**Exercise details:** Restate word for word the entries below, starting with the line with "repository e6995930671196b1" and continuing through the line with "from controller.config.instrument import". Include both of those lines and no others.

[Collected data]
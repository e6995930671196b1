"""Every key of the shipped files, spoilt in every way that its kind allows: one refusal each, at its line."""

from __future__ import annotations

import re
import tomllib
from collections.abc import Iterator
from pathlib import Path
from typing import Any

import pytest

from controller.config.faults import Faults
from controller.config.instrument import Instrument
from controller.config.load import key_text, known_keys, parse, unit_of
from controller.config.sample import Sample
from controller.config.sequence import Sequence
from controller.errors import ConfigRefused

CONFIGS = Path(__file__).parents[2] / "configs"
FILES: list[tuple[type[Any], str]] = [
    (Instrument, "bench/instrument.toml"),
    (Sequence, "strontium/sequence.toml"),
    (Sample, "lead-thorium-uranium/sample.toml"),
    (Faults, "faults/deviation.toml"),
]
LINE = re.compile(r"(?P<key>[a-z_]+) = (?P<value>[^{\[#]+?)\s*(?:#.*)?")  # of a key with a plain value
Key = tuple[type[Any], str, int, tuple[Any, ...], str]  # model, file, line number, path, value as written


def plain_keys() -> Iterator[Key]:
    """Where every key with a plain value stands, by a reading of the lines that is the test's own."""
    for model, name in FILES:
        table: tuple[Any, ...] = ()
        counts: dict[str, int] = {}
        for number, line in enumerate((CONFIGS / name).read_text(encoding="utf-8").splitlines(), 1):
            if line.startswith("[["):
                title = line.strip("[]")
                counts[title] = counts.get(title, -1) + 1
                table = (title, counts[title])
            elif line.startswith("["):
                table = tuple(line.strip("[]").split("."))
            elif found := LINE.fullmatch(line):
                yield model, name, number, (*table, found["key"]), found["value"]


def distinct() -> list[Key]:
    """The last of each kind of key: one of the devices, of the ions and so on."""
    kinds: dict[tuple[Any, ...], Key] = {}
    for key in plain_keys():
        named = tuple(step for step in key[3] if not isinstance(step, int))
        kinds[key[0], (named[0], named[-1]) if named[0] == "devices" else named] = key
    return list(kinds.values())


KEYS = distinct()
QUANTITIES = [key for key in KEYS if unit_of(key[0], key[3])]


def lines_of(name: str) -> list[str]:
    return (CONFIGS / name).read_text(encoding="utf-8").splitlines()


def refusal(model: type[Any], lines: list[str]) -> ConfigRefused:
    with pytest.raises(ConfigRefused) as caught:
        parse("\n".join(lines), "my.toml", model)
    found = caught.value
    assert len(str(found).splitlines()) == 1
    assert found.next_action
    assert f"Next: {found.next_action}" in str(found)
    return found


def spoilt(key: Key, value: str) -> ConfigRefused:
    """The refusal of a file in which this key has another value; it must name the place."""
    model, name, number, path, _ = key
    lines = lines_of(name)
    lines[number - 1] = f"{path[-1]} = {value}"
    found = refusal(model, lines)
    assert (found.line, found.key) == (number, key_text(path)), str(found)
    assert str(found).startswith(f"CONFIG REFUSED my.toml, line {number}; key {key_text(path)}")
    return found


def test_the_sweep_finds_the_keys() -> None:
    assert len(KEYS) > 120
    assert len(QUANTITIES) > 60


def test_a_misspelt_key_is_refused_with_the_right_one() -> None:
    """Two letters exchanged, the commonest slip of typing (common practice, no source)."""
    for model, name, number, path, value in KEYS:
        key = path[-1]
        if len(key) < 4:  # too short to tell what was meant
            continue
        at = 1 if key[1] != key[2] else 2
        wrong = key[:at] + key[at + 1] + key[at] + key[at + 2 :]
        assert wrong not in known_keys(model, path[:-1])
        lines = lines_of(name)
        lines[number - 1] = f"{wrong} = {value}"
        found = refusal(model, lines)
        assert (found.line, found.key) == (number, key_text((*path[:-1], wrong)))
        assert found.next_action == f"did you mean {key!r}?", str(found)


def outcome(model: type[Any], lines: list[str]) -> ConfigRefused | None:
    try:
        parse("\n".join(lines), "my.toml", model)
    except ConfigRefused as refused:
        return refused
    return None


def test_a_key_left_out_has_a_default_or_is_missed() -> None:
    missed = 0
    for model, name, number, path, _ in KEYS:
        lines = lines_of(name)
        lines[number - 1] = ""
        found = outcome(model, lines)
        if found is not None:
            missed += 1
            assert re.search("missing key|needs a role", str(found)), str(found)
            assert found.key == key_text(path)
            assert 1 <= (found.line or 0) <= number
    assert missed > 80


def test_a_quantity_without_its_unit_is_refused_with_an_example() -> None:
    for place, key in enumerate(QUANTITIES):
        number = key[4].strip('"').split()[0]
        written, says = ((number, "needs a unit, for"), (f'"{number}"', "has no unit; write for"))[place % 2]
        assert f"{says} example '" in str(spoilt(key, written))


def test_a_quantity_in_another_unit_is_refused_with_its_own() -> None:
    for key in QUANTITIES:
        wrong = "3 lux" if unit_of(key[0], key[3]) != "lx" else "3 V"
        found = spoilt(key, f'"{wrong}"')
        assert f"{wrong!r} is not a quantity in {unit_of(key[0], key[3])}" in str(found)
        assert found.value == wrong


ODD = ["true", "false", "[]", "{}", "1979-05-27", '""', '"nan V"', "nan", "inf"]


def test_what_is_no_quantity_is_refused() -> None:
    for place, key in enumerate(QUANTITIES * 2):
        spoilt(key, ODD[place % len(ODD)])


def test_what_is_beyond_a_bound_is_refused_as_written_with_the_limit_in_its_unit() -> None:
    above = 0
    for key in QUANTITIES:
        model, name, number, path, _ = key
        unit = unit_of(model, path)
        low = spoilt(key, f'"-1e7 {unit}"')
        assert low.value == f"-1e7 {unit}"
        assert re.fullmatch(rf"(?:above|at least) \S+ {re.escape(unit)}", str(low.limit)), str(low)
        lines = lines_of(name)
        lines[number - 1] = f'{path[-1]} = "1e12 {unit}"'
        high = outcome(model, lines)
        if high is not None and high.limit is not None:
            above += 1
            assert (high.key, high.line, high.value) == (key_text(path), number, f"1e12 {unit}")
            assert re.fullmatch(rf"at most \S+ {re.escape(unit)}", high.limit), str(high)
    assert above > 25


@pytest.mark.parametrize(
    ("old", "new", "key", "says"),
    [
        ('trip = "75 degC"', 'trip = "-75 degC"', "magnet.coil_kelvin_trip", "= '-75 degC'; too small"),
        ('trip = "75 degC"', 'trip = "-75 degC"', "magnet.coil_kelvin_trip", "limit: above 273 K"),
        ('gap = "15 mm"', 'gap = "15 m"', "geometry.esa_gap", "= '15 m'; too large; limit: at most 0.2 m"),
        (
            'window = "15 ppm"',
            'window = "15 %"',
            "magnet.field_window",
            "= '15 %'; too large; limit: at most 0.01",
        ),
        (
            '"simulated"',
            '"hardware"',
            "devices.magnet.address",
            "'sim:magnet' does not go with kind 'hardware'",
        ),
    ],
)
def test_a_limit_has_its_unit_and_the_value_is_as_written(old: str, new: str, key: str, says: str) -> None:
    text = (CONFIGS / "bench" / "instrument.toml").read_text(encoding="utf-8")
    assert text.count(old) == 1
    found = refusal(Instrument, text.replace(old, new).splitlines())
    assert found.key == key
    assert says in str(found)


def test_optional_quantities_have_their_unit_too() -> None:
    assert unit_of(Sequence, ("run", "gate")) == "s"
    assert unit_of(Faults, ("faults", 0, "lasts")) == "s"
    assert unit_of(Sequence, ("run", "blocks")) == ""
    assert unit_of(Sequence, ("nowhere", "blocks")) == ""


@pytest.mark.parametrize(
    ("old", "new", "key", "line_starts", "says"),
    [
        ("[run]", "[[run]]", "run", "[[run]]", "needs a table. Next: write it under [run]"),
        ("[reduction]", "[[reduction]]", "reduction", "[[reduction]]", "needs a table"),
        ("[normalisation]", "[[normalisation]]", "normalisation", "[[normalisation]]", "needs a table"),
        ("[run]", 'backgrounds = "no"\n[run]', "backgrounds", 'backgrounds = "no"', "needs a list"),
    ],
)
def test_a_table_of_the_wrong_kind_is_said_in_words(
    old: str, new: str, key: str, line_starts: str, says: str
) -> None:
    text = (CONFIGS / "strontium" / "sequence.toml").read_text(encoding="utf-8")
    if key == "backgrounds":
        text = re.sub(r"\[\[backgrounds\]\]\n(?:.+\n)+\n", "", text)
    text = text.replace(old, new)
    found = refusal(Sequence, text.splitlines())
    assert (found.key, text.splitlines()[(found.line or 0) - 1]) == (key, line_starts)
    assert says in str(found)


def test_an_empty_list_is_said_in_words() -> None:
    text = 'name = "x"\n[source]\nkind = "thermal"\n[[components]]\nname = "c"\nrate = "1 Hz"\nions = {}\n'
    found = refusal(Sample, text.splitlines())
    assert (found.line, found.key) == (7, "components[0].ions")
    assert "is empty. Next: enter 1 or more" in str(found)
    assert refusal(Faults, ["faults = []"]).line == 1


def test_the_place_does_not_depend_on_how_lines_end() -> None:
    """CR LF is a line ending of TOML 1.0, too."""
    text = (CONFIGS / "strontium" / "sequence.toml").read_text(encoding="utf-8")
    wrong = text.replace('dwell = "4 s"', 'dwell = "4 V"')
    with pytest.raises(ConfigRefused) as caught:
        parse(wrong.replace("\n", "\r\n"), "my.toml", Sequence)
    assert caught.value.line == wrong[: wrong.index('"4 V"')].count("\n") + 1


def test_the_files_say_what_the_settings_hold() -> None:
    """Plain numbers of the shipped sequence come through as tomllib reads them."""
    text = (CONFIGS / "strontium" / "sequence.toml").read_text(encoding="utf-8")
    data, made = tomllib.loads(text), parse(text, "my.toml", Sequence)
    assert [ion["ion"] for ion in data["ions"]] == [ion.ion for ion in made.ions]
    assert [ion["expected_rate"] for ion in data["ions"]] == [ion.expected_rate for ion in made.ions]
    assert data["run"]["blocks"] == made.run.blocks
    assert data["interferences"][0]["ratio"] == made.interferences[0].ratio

--

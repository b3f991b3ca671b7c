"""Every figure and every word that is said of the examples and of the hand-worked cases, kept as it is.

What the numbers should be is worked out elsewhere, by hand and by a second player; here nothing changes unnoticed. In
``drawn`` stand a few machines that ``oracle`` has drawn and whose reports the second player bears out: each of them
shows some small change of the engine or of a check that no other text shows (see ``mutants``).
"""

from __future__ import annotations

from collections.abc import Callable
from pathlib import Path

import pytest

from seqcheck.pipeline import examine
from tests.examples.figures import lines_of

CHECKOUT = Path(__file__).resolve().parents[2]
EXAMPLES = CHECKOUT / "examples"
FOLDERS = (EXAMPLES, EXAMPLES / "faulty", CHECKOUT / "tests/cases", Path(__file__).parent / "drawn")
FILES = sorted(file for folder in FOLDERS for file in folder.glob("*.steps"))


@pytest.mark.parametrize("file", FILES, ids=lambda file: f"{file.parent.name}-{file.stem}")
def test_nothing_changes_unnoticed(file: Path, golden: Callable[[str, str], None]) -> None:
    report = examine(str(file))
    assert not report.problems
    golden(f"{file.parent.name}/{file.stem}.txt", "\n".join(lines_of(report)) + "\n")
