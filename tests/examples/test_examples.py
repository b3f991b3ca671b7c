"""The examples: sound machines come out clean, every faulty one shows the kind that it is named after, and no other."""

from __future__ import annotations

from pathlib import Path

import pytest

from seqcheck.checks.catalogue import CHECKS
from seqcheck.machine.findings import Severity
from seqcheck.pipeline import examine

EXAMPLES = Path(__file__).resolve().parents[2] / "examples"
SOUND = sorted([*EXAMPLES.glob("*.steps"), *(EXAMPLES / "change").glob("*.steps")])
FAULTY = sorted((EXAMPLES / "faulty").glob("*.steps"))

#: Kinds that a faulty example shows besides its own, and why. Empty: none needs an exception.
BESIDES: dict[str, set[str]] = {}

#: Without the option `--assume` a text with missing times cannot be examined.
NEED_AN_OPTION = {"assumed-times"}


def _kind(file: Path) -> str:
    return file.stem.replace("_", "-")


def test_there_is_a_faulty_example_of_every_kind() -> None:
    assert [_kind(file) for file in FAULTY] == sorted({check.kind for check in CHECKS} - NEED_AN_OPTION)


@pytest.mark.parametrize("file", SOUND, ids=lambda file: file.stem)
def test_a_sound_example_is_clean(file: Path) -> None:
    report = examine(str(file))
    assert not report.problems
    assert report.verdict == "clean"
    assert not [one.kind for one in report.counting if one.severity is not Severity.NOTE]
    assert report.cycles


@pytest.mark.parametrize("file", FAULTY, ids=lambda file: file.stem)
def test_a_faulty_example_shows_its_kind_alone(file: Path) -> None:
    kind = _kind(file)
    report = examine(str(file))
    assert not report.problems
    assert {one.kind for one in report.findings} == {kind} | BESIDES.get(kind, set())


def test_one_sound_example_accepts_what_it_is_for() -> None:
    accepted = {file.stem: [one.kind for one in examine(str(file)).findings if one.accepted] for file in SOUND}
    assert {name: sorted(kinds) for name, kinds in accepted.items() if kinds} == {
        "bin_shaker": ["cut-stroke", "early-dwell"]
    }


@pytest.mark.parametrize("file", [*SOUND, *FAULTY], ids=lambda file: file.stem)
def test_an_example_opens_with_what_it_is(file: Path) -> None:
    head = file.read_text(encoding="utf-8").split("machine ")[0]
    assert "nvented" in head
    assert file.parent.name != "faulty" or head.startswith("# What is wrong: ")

...

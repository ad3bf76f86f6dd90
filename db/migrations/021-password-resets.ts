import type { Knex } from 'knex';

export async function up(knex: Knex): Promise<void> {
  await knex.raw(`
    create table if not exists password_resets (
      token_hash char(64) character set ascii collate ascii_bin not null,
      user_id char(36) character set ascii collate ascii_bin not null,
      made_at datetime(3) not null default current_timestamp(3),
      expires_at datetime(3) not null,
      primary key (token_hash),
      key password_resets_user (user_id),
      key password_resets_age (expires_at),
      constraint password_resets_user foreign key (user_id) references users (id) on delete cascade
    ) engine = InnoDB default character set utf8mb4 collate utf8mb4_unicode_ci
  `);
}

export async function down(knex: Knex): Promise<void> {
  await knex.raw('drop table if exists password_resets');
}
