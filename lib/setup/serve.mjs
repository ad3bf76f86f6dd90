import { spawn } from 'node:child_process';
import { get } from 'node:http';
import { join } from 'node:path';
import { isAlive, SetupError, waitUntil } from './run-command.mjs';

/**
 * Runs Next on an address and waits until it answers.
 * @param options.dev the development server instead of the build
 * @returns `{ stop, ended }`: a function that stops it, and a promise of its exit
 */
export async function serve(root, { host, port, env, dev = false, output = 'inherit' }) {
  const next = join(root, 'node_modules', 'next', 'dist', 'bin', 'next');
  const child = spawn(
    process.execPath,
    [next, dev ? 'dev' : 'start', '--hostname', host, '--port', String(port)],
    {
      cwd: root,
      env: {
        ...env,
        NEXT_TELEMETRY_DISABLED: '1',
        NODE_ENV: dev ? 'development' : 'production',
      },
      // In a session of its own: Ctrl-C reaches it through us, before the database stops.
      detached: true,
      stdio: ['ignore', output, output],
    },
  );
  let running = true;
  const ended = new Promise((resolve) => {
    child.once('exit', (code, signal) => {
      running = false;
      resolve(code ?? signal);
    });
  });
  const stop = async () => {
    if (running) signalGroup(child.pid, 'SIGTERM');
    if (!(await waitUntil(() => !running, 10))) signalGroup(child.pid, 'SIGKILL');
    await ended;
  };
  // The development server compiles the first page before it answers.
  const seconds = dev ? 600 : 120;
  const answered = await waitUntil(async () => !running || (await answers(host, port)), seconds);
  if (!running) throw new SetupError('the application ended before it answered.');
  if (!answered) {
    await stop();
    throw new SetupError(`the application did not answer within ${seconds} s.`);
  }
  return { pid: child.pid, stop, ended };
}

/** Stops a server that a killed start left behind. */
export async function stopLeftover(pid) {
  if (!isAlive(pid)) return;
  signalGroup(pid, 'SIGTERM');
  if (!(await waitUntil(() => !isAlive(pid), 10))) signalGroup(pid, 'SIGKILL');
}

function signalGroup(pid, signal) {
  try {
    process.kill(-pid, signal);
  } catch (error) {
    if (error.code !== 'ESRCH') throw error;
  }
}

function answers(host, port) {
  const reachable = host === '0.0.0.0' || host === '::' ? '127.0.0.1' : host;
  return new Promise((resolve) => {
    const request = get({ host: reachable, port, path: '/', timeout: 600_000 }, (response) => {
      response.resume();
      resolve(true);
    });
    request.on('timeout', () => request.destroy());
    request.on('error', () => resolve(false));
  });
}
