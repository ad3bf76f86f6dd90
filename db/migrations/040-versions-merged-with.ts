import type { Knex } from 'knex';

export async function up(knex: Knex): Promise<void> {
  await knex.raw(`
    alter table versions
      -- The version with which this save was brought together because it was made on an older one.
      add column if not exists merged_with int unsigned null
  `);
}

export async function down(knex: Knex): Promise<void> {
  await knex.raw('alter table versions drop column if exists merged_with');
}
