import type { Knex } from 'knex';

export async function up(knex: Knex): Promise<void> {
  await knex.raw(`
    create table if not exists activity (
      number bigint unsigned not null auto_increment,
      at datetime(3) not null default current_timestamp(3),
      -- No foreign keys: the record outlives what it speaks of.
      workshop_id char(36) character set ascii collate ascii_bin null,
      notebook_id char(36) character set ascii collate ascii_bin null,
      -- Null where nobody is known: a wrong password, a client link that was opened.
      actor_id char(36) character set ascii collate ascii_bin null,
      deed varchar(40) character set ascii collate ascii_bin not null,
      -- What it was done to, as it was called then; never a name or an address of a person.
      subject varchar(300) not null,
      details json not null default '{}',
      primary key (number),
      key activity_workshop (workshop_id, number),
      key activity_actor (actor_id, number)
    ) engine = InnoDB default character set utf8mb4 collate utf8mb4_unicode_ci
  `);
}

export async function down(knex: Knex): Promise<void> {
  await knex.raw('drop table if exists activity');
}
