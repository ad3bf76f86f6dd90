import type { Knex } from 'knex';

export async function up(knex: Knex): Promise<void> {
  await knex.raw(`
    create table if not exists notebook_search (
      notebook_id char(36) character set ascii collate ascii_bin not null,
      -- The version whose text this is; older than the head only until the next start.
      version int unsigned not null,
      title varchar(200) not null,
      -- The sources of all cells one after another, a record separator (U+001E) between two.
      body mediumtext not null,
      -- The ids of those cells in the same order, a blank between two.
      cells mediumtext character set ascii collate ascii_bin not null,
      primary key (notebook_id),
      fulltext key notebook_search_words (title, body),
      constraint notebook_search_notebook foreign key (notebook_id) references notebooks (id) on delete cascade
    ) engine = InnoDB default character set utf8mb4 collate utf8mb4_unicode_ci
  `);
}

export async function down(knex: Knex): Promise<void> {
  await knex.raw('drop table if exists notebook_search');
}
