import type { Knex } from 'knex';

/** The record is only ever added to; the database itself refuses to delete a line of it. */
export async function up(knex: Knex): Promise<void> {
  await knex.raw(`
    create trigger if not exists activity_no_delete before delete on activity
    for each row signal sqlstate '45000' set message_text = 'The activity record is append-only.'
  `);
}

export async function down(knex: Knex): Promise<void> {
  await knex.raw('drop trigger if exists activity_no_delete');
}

**Final answer:**
repository e6995930671196b1
"""Every key of the shipped files, spoilt in every way that its kind allows: one refusal each, at its line."""

from __future__ import annotations

import re
import tomllib
from collections.abc import Iterator
from pathlib import Path
from typing import Any

import pytest

from controller.config.faults import Faults
from controller.config.instrument import Instrument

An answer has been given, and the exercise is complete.